WORK TO COMPLETE ::
Repeat the data verbatim.

DATASET EXTRACT ::
----

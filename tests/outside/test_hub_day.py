"""The real hub day through the main job: counts of the real timetable, and what must hold whatever the money.

The flights are real (``data/README.md`` names their source); seats, fares and demand are assumed by the rules of
`tests.outside.hub_day`. No assumed money is pinned here. The number of connections follows from the real departures
and the assumed arrivals, and none of the drawn figures.
"""

from __future__ import annotations

from dataclasses import replace
from pathlib import Path

import numpy as np
import pandas as pd
import pytest

from legworth.pricing import PricedNetwork, PricingOptions, price_folder
from lp import LpOptions, Method, SolverOptions
from network import components
from tests.outside.hub_day import FARE_CLASSES, HUB, write_hub_day

FLIGHTS = pd.read_csv(Path(__file__).with_name("data") / "cvg_flights_2001-01-10.csv")


@pytest.fixture(scope="module")
def folder(tmp_path_factory: pytest.TempPathFactory) -> Path:
    made = tmp_path_factory.mktemp("hub_day")
    write_hub_day(made)
    return made


@pytest.fixture(scope="module")
def priced(folder: Path) -> PricedNetwork:
    return price_folder(folder)


@pytest.fixture(scope="module")
def sure(folder: Path) -> PricedNetwork:
    return price_folder(folder, PricingOptions(LpOptions(Method.DETERMINISTIC, SolverOptions("highs"))))


def test_sizes_are_those_of_the_real_day(priced: PricedNetwork) -> None:
    # Counted in the table of the Bureau of Transportation Statistics: 181 departures and 189 arrivals, 57 airports.
    assert (FLIGHTS["origin"] == HUB).sum() == 181
    assert (FLIGHTS["destination"] == HUB).sum() == 189
    assert len(set(FLIGHTS["origin"]) | set(FLIGHTS["destination"])) == 58
    network, itineraries = priced.network, 3980
    assert (network.n_legs, len(network.stations), network.n_itineraries) == (370, 58, itineraries)
    assert network.n_products == itineraries * len(FARE_CLASSES) == 23_880
    assert np.bincount(np.diff(network.path_start)).tolist() == [0, 370, itineraries - 370]
    assert priced.warnings == ()


def test_components_are_the_flights_that_connect_and_those_alone(priced: PricedNetwork) -> None:
    # A flight alone arrives too late or leaves too early for any connection.
    sizes = [len(piece.legs) for piece, _ in priced.solution.parts]
    assert sorted(sizes) == [1] * 7 + [363]
    assert sum(sizes) == 370
    assert [len(piece.legs) for piece in components(priced.network)] == sizes


def test_every_component_is_certified_and_the_sum_is_reported(priced: PricedNetwork) -> None:
    certificates = [part.certificate for _, part in priced.solution.parts]
    assert all(certificate.holds for certificate in certificates)
    assert priced.summary["certified"] is True
    assert priced.summary["objective"] == pytest.approx(sum(certificate.primal for certificate in certificates))
    assert max(abs(certificate.gap) for certificate in certificates) <= 1e-9


def test_the_deterministic_program_is_an_upper_bound(priced: PricedNetwork, sure: PricedNetwork) -> None:
    assert priced.solution.objective <= priced.solution.bound * (1 + 1e-9)
    assert priced.solution.objective <= sure.solution.objective
    assert priced.summary["bounds"]["revenue"] == pytest.approx(sure.solution.objective, rel=1e-9)
    everything = float(priced.network.fare @ priced.network.demand.expected)
    assert sure.solution.objective <= everything


@pytest.mark.parametrize("which", ["priced", "sure"])
def test_prices_lie_between_nothing_and_the_highest_fare_of_the_leg(which: str, request: pytest.FixtureRequest) -> None:
    found: PricedNetwork = request.getfixturevalue(which)
    network, solution = found.network, found.solution
    highest = np.zeros(network.n_legs)
    for product, itinerary in enumerate(network.product_itinerary):
        path = network.path_leg[network.path_start[itinerary] : network.path_start[itinerary + 1]]
        highest[path] = np.maximum(highest[path], network.fare[product])
    for prices in (solution.bid_price, solution.next_seat):
        assert np.all((prices >= 0) & (prices <= highest))
    load = network.leg_load(solution.allotted)
    assert np.all(load <= network.remaining * (1 + 1e-9))
    assert np.all(solution.bid_price[load < network.remaining - 1e-6] == 0)
    assert np.all(solution.expected_sales <= load * (1 + 1e-9))


def test_solvers_and_routes_give_the_same_prices(folder: Path, priced: PricedNetwork) -> None:
    near = 1e-6 * priced.network.fare.max()
    highs = price_folder(folder, PricingOptions(LpOptions(solver=SolverOptions("highs")), jobs=2))
    assert highs.solution.objective == pytest.approx(priced.solution.objective, rel=1e-9)
    np.testing.assert_allclose(highs.solution.bid_price, priced.solution.bid_price, rtol=0, atol=near)
    np.testing.assert_allclose(highs.solution.next_seat, priced.solution.next_seat, rtol=0, atol=near)


def test_protection_rises_with_rank_and_booking_limits_fall_within_the_seats(priced: PricedNetwork) -> None:
    table = priced.tables["protection"]
    remaining = pd.Series(priced.network.remaining, index=priced.network.legs.name)
    assert len(table) == np.diff(priced.network.path_start)[priced.network.product_itinerary].sum()
    assert set(table["leg"].astype(str)) == set(remaining.index)
    for leg, rows in table.groupby("leg", observed=True):
        assert rows["rank"].tolist() == list(range(1, len(rows) + 1))
        assert np.all(np.diff(rows["adjusted_fare"]) <= 0)
        worth = rows[rows["adjusted_fare"] > 0]
        assert np.all(np.diff(worth["protection"]) >= 0)
        assert np.all(np.diff(rows["booking_limit"]) <= 0)
        assert rows["booking_limit"].between(0, remaining[leg]).all()
        assert worth["booking_limit"].iloc[0] == remaining[leg]
        assert worth["protection"].between(0, remaining[leg]).all()


def test_control_accepts_exactly_what_reaches_its_displacement(priced: PricedNetwork) -> None:
    network, found = priced.network, priced.controls.connections
    displacement = network.displacement(priced.solution.bid_price)
    np.testing.assert_array_equal(found.open, network.fare >= displacement - 1e-9 * network.fare)
    assert np.all(found.at_stake >= 0)
    assert np.all(found.at_stake[~found.disagrees] == 0)
    assert priced.tables["connections"]["at_stake"].sum() == pytest.approx(priced.summary["at_stake"])
    assert not priced.controls.agrees.all()


def test_more_seats_never_cost_anything(folder: Path, priced: PricedNetwork, tmp_path: Path) -> None:
    # One seat more on every flight: worth at most the sum of the next seats, at least nothing.
    for table in folder.iterdir():
        (tmp_path / table.name).write_bytes(table.read_bytes())
    legs = pd.read_csv(folder / "legs.csv")
    legs.assign(capacity=legs["capacity"] + 1).to_csv(tmp_path / "legs.csv", index=False)
    options = PricingOptions()
    more = price_folder(tmp_path, replace(options, lp=replace(options.lp, solver=SolverOptions("highs"))))
    gain = more.solution.objective - priced.solution.objective
    assert 0 <= gain <= priced.solution.next_seat.sum() * (1 + 1e-6)
    assert gain >= more.solution.bid_price.sum() * (1 - 1e-6)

----

FINAL ANSWER ::
filename tests/outside/test_hub_day.py
"""The real hub day through the main job: counts of the real timetable, and what must hold whatever the money.

The flights are real (``data/README.md`` names their source); seats, fares and demand are assumed by the rules of
`tests.outside.hub_day`. No assumed money is pinned here. The number of connections follows from the real departures
and the assumed arrivals, and none of the drawn figures.
"""

from __future__ import annotations

from dataclasses import replace
from pathlib import Path

import numpy as np
import pandas as pd
import pytest

from legworth.pricing import PricedNetwork, PricingOptions, price_folder
from lp import LpOptions, Method, SolverOptions
from network import components
from tests.outside.hub_day import FARE_CLASSES, HUB, write_hub_day

FLIGHTS = pd.read_csv(Path(__file__).with_name("data") / "cvg_flights_2001-01-10.csv")


@pytest.fixture(scope="module")
def folder(tmp_path_factory: pytest.TempPathFactory) -> Path:
    made = tmp_path_factory.mktemp("hub_day")
    write_hub_day(made)
    return made


@pytest.fixture(scope="module")
def priced(folder: Path) -> PricedNetwork:
    return price_folder(folder)


@pytest.fixture(scope="module")
def sure(folder: Path) -> PricedNetwork:
    return price_folder(folder, PricingOptions(LpOptions(Method.DETERMINISTIC, SolverOptions("highs"))))


def test_sizes_are_those_of_the_real_day(priced: PricedNetwork) -> None:
    # Counted in the table of the Bureau of Transportation Statistics: 181 departures and 189 arrivals, 57 airports.
    assert (FLIGHTS["origin"] == HUB).sum() == 181
    assert (FLIGHTS["destination"] == HUB).sum() == 189
    assert len(set(FLIGHTS["origin"]) | set(FLIGHTS["destination"])) == 58
    network, itineraries = priced.network, 3980
    assert (network.n_legs, len(network.stations), network.n_itineraries) == (370, 58, itineraries)
    assert network.n_products == itineraries * len(FARE_CLASSES) == 23_880
    assert np.bincount(np.diff(network.path_start)).tolist() == [0, 370, itineraries - 370]
    assert priced.warnings == ()


def test_components_are_the_flights_that_connect_and_those_alone(priced: PricedNetwork) -> None:
    # A flight alone arrives too late or leaves too early for any connection.
    sizes = [len(piece.legs) for piece, _ in priced.solution.parts]
    assert sorted(sizes) == [1] * 7 + [363]
    assert sum(sizes) == 370
    assert [len(piece.legs) for piece in components(priced.network)] == sizes


def test_every_component_is_certified_and_the_sum_is_reported(priced: PricedNetwork) -> None:
    certificates = [part.certificate for _, part in priced.solution.parts]
    assert all(certificate.holds for certificate in certificates)
    assert priced.summary["certified"] is True
    assert priced.summary["objective"] == pytest.approx(sum(certificate.primal for certificate in certificates))
    assert max(abs(certificate.gap) for certificate in certificates) <= 1e-9


def test_the_deterministic_program_is_an_upper_bound(priced: PricedNetwork, sure: PricedNetwork) -> None:
    assert priced.solution.objective <= priced.solution.bound * (1 + 1e-9)
    assert priced.solution.objective <= sure.solution.objective
    assert priced.summary["bounds"]["revenue"] == pytest.approx(sure.solution.objective, rel=1e-9)
    everything = float(priced.network.fare @ priced.network.demand.expected)
    assert sure.solution.objective <= everything


@pytest.mark.parametrize("which", ["priced", "sure"])
def test_prices_lie_between_nothing_and_the_highest_fare_of_the_leg(which: str, request: pytest.FixtureRequest) -> None:
    found: PricedNetwork = request.getfixturevalue(which)
    network, solution = found.network, found.solution
    highest = np.zeros(network.n_legs)
    for product, itinerary in enumerate(network.product_itinerary):
        path = network.path_leg[network.path_start[itinerary] : network.path_start[itinerary + 1]]
        highest[path] = np.maximum(highest[path], network.fare[product])
    for prices in (solution.bid_price, solution.next_seat):
        assert np.all((prices >= 0) & (prices <= highest))
    load = network.leg_load(solution.allotted)
    assert np.all(load <= network.remaining * (1 + 1e-9))
    assert np.all(solution.bid_price[load < network.remaining - 1e-6] == 0)
    assert np.all(solution.expected_sales <= load * (1 + 1e-9))


def test_solvers_and_routes_give_the_same_prices(folder: Path, priced: PricedNetwork) -> None:
    near = 1e-6 * priced.network.fare.max()
    highs = price_folder(folder, PricingOptions(LpOptions(solver=SolverOptions("highs")), jobs=2))
    assert highs.solution.objective == pytest.approx(priced.solution.objective, rel=1e-9)
    np.testing.assert_allclose(highs.solution.bid_price, priced.solution.bid_price, rtol=0, atol=near)
    np.testing.assert_allclose(highs.solution.next_seat, priced.solution.next_seat, rtol=0, atol=near)


def test_protection_rises_with_rank_and_booking_limits_fall_within_the_seats(priced: PricedNetwork) -> None:
    table = priced.tables["protection"]
    remaining = pd.Series(priced.network.remaining, index=priced.network.legs.name)
    assert len(table) == np.diff(priced.network.path_start)[priced.network.product_itinerary].sum()
    assert set(table["leg"].astype(str)) == set(remaining.index)
    for leg, rows in table.groupby("leg", observed=True):
        assert rows["rank"].tolist() == list(range(1, len(rows) + 1))
        assert np.all(np.diff(rows["adjusted_fare"]) <= 0)
        worth = rows[rows["adjusted_fare"] > 0]
        assert np.all(np.diff(worth["protection"]) >= 0)
        assert np.all(np.diff(rows["booking_limit"]) <= 0)
        assert rows["booking_limit"].between(0, remaining[leg]).all()
        assert worth["booking_limit"].iloc[0] == remaining[leg]
        assert worth["protection"].between(0, remaining[leg]).all()


def test_control_accepts_exactly_what_reaches_its_displacement(priced: PricedNetwork) -> None:
    network, found = priced.network, priced.controls.connections
    displacement = network.displacement(priced.solution.bid_price)
    np.testing.assert_array_equal(found.open, network.fare >= displacement - 1e-9 * network.fare)
    assert np.all(found.at_stake >= 0)
    assert np.all(found.at_stake[~found.disagrees] == 0)
    assert priced.tables["connections"]["at_stake"].sum() == pytest.approx(priced.summary["at_stake"])
    assert not priced.controls.agrees.all()


def test_more_seats_never_cost_anything(folder: Path, priced: PricedNetwork, tmp_path: Path) -> None:
    # One seat more on every flight: worth at most the sum of the next seats, at least nothing.
    for table in folder.iterdir():
        (tmp_path / table.name).write_bytes(table.read_bytes())
    legs = pd.read_csv(folder / "legs.csv")
    legs.assign(capacity=legs["capacity"] + 1).to_csv(tmp_path / "legs.csv", index=False)
    options = PricingOptions()
    more = price_folder(tmp_path, replace(options, lp=replace(options.lp, solver=SolverOptions("highs"))))
    gain = more.solution.objective - priced.solution.objective
    assert 0 <= gain <= priced.solution.next_seat.sum() * (1 + 1e-6)
    assert gain >= more.solution.bid_price.sum() * (1 - 1e-6)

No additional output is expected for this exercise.